> _Your assignment_
Work through the listing below and count the lines that hold "office". Answer with the number alone.

> _Exercise materials_

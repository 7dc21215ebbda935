import type { ReadingsHistory } from '../model/readings';

const PHASE_WORDS: Record<string, string> = { before: 'before', after: 'after' };

/** The chart's numbers as a table: a row per panel, a column per visit and phase. */
export function ReadingsTable({
  history,
  formatThickness,
  unitSymbol,
}: {
  history: ReadingsHistory;
  formatThickness: (um: number) => string;
  unitSymbol: string;
}) {
  const date = (ms: number) =>
    new Date(ms).toLocaleDateString(undefined, { day: 'numeric', month: 'short', year: 'numeric' });
  return (
    <div className="pp-office-scroll">
      <table className="pp-office-table">
        <caption>Mean film per panel ({unitSymbol}), each visit</caption>
        <thead>
          <tr>
            <th scope="col">Panel</th>
            {history.visits.map((v) => (
              <th key={v.key} scope="col" className="pp-num">
                {date(v.atMs)}, {PHASE_WORDS[v.phase] ?? v.phase}
              </th>
            ))}
          </tr>
        </thead>
        <tbody>
          {history.panels.map((p) => (
            <tr key={p.panelKey}>
              <th scope="row">{p.label}</th>
              {p.values.map((v, i) => (
                <td key={history.visits[i]!.key} className="pp-num">
                  {v === null ? (
                    <>
                      <span aria-hidden="true">—</span>
                      <span className="pp-stage-sr">not measured</span>
                    </>
                  ) : (
                    formatThickness(v)
                  )}
                </td>
              ))}
            </tr>
          ))}
        </tbody>
      </table>
    </div>
  );
}
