// @vitest-environment node
import { describe, expect, it } from 'vitest';
import { aSession } from '../../../test/sessions';
import { parseSession } from './session';

describe('reading a session', () => {
  it('keeps what we use from the server’s answer and drops the rest', () => {
    const answer = { ...aSession(), expiresIn: 900, user: { ...aSession().user, extra: 1 } };
    expect(parseSession(answer)).toEqual(aSession());
  });

  it('refuses a role it does not know, rather than guessing what it may see', () => {
    const answer = { ...aSession(), user: { ...aSession().user, role: 'admin' } };
    expect(parseSession(answer)).toBeNull();
  });

  it('refuses a session without tokens', () => {
    expect(parseSession({ ...aSession(), refreshToken: '' })).toBeNull();
    expect(parseSession(null)).toBeNull();
  });
});
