import { chevronForwardOutline, searchOutline } from 'ionicons/icons';
import { useDeferredValue, useId, useMemo, useState } from 'react';
import { Link } from 'react-router-dom';
import { EmptyState } from '../../../components/EmptyState';
import { useSession } from '../../auth/hooks/useSession';
import { useClients } from '../hooks/useClients';
import { searchClients, vehicleName, type ClientEntry } from '../model/clients';
import { CustomerSheet } from './CustomerSheet';
import '../../prep/kit/stageKit.css';
import '../../shelf/shelf.css';
import { Icon } from '../../../components/Icon';

/**
 * Clients: every customer on this phone with their vehicles, found by name, phone, e-mail
 * or plate. A row opens the customer; the owner adds customers here (offline too).
 */
export default function ClientsScreen() {
  const data = useClients();
  const isOwner = useSession()?.user.role === 'owner';
  const [query, setQuery] = useState('');
  const deferred = useDeferredValue(query);
  const [adding, setAdding] = useState(false);
  const searchId = useId();
  const found = useMemo(
    () => (data ? searchClients(data.customers, data.vehicles, deferred) : []),
    [data, deferred],
  );

  if (data === undefined) return <div className="pp-loading" aria-busy="true" />;
  const total = data.customers.length;

  return (
    <div className="pp-office">
      {total === 0 ? (
        <EmptyState title="No clients yet">
          <p>
            {isOwner
              ? 'Each customer, their cars and every visit are kept here. Add the first one below.'
              : 'The customers of the jobs given to you show up here.'}
          </p>
        </EmptyState>
      ) : (
        <>
          <div className="pp-field pp-office-search">
            <label className="pp-field__label" htmlFor={searchId}>
              Search clients
            </label>
            <div className="pp-field__control">
              <Icon className="pp-office-search__icon" icon={searchOutline} />
              <input
                id={searchId}
                className="pp-field__input"
                type="search"
                enterKeyHint="search"
                autoComplete="off"
                placeholder="Name, phone, e-mail or plate"
                value={query}
                onChange={(e) => setQuery(e.target.value)}
              />
            </div>
          </div>
          <p className="pp-office-count" role="status">
            {found.length === total
              ? `${total} ${total === 1 ? 'client' : 'clients'}`
              : `${found.length} of ${total} clients`}
            {deferred.trim() ? ` matching “${deferred.trim()}”` : ''}
          </p>
        </>
      )}
      {isOwner ? (
        <button type="button" className="pp-button" onClick={() => setAdding(true)}>
          Add a customer
        </button>
      ) : null}
      {found.length ? (
        <ul className="pp-office-list" aria-label="Clients">
          {found.map((entry) => (
            <li key={entry.customer.id}>
              <ClientLink entry={entry} />
            </li>
          ))}
        </ul>
      ) : total > 0 ? (
        <EmptyState title="No client matches">
          <p>Try part of the name, the last digits of the phone, or the plate.</p>
        </EmptyState>
      ) : null}
      {isOwner ? (
        <CustomerSheet isOpen={adding} onClose={() => setAdding(false)} customer={null} />
      ) : null}
    </div>
  );
}

function ClientLink({ entry }: { entry: ClientEntry }) {
  const { customer, vehicles, plateMatches } = entry;
  const shown = [
    ...vehicles.filter((v) => plateMatches.includes(v.id)),
    ...vehicles.filter((v) => !plateMatches.includes(v.id)),
  ];
  return (
    <Link className="pp-office-row" to={`/clients/${customer.id}`}>
      <span className="pp-office-row__name">{customer.name}</span>
      {customer.phone || customer.email ? (
        <span className="pp-office-row__meta">
          {[customer.phone, customer.email].filter(Boolean).join(' · ')}
        </span>
      ) : null}
      {shown.map((v) => (
        <span key={v.id} className="pp-office-row__figure">
          {vehicleName(v)}
          {v.plate ? ` · ${v.plate}` : ''}
        </span>
      ))}
      <Icon className="pp-office-row__go" icon={chevronForwardOutline} />
    </Link>
  );
}
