/**
 * Work that closes a job with it, in the same transaction, before the stage changes (issuing
 * its invoice, queueing the customer's receipt and report).
 */
export type CloseHook = (ctx: CommandContext, job: Job) => Promise<void>;

/**
 * Work that follows a change of a job's booking, in the same transaction: after the job is
 * made, updated or removed (its follow-up reminders follow its window).
 */
export type BookingHook = (
  ctx: CommandContext,
  job: Job,
  change: 'created' | 'updated' | 'removed',
) => Promise<void>;

/**
 * A job as the jobs list and the job page show it (`J`: the job as sent, or its entity): with
 * names and the amount due.
 */
export type Summarized<J> = Omit<J, 'priceMinor' | 'notes'> & {
  /** Absent for a helper: they see what is due, not the price. */
  priceMinor?: number;
  /** The staff's internal notes (a gate code, a remark): absent for the job's customer. */
  notes?: string;
  amountDueMinor: number;
  customerName: string;
  vehicleLabel: string;
};

export type JobSummary = Summarized<Sent<Job>>;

> _Result_
12